I pretty much only invest/trade companies that are being re-rated or have a high potential of re-rating.

IMO The underlying drivers of re-ratings come from the fundamentals of a company. There's two key components to this; "Risk" and "Time".

As more news about a company comes to light it typically reduces the risk of the investment by increasing the likelihood of the re-rating fundamental event to occur (ie: contract signing, technology being proven, oil/gas found in well etc.) As the risk reduces the market is more confident to re-rate the company towards its intrinsic value.

Some news can be well known however the re-rating event won't occur for another 2-5 years. Accordingly the time/value of money will come into play, the potential of another GFC, the company may need to raise further cash etc. etc. so all of those things mean the company doesn't jump straight to the re-rated price. There is a "time risk" involved where things can still go wrong.

There's also a third component (not fundamental) and that's market awareness. If no-one is following or knows about a company then it is unlikely to get re-rated. Despite what some claim the markets are not efficient and good stocks take a while for enough people with enough $$$ to notice them. This is where the tech. analysts tend to jump on the bandwagon.

It's my belief that the secret to extra-ordinary returns is identifying companies that:
 - Have not been correctly risk adjusted by the market
 - Have a very high re-rating potential in the near term
 - Doesn't have much market awareness (small/mid caps, little chatter on forums etc.)

I have typically found that as the risk decreases the market awareness tends to increase (although not always, they're the best opportunities), but can be sluggish. This gives an ideal time to "load up" and enjoy the ride as others "discover" the hidden value in the company.

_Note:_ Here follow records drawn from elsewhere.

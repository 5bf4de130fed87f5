import { CAUTION_LINES } from '@/components/Cautions';
import { SheetExcipients } from './SheetExcipients';
import type { SheetModel } from '../sheet.types';
import { GROUPS, RankedTable, SettingsTable } from './SheetTables';
import {
  SheetCautions,
  SheetConfidence,
  SheetEnergy,
  SheetLegend,
  SheetNotes,
  SheetReasons,
  SheetSolubility,
} from './SheetSections';
import '../sheet.css';

const dateFormat = new Intl.DateTimeFormat('en-GB', { dateStyle: 'long', timeStyle: 'short' });

/**
 * The comparison sheet for a formulation meeting: compound, date and version, then the decision —
 * what separates the candidates and the ranked tables (units in headings, ±1σ uncertainties, origin
 * marks, flags and reasons) — then every setting and weight it rests on, the pH–solubility and energy
 * pictures, the model-confidence summary and the cautions. Laid out for the screen and, through
 * sheet.css's print rules, for A4 or Letter paper. All text from the user (names, notes) is rendered
 * as text, never as markup.
 */
export function ComparisonSheet({ model }: { model: SheetModel }) {
  return (
    <article className="comparison-sheet" aria-labelledby="sheet-title">
      <SheetHead model={model} />
      <aside className="sheet-caution" aria-label="Cautions">
        <strong>Screening estimates only.</strong> {CAUTION_LINES[0]} Experiments, the regulatory
        guidance in force and your lab’s safety rules decide. See the full cautions at the end of
        this sheet.
      </aside>
      {/* The decision first: the ranking, then what it was computed from. */}
      <SheetRanking model={model} />
      <section className="sheet-block sheet-inputs" aria-label="Compound and settings">
        <SettingsTable caption="Compound" items={model.compound.facts} />
        <SettingsTable caption="Screening settings" items={model.settings} />
        <SettingsTable caption="Ranking weights" items={model.weights} />
      </section>
      <SheetSolubility solubility={model.solubility} />
      {model.excipientMatrix ? <SheetExcipients matrix={model.excipientMatrix} /> : null}
      <SheetEnergy cycles={model.energyCycles} />
      <SheetConfidence confidence={model.confidence} />
      <SheetNotes notes={model.notes} />
      <SheetCautions />
    </article>
  );
}

/** Compound, project, date and version. */
function SheetHead({ model }: { model: SheetModel }) {
  const made = new Date(model.generatedAt);
  return (
    <header className="sheet-head">
      <p className="sheet-kind">Saltsmith · salt comparison sheet</p>
      <h1 id="sheet-title" data-testid="sheet-compound">
        {model.compound.name}
      </h1>
      <p className="sheet-meta">
        Project <strong>{model.projectName}</strong> · made{' '}
        {Number.isNaN(made.getTime()) ? model.generatedAt : dateFormat.format(made)} · Saltsmith{' '}
        {model.appVersion}
      </p>
    </header>
  );
}

/** The decision: what separates the candidates, the ranked tables, the reasons and the marks. */
function SheetRanking({ model }: { model: SheetModel }) {
  return (
    <section className="sheet-block" aria-labelledby="sheet-ranking">
      <h2 id="sheet-ranking">Ranked candidates</h2>
      {model.separation ? (
        <div className="sheet-separation">
          <p>
            <strong>What separates the candidates:</strong> {model.separation.headline}
          </p>
          <ul>
            {model.separation.details.map((d) => (
              <li key={d}>{d}</li>
            ))}
          </ul>
        </div>
      ) : null}
      {model.freeForm ? (
        <p className="sheet-note">
          The first row is the free form itself, in the same columns: not ranked, read each salt
          against it.
        </p>
      ) : null}
      {model.rows.length === 0 ? (
        <p>No candidates are shortlisted in this project.</p>
      ) : (
        GROUPS.map((g) => (
          <RankedTable
            key={g.id}
            model={model}
            group={g.id}
            caption={g.caption}
            withFlags={g.id === 'formation'}
          />
        ))
      )}
      <SheetReasons rows={model.rows} />
      <SheetLegend />
    </section>
  );
}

So, to answer your question "How quickly should this happen?"... well it depends. An Oil & Gas company may re-rate in a single day because of results from a single drill hole. A technology company may slowly be re-rated over a couple of years as independent analysis of the technology is verified, the technology is proven on a large scale, a commercialisation partner is secured, funding is secured for expansion etc. etc.

Each company is different and the challenge is to have an in depth level of knowledge of your company. This allows you to identify the "re-rating price drivers" of the company and get an idea of the key milestones and the time it will take for these to occur.

Hope that helped somewhat... but it's just my opinion of course


----------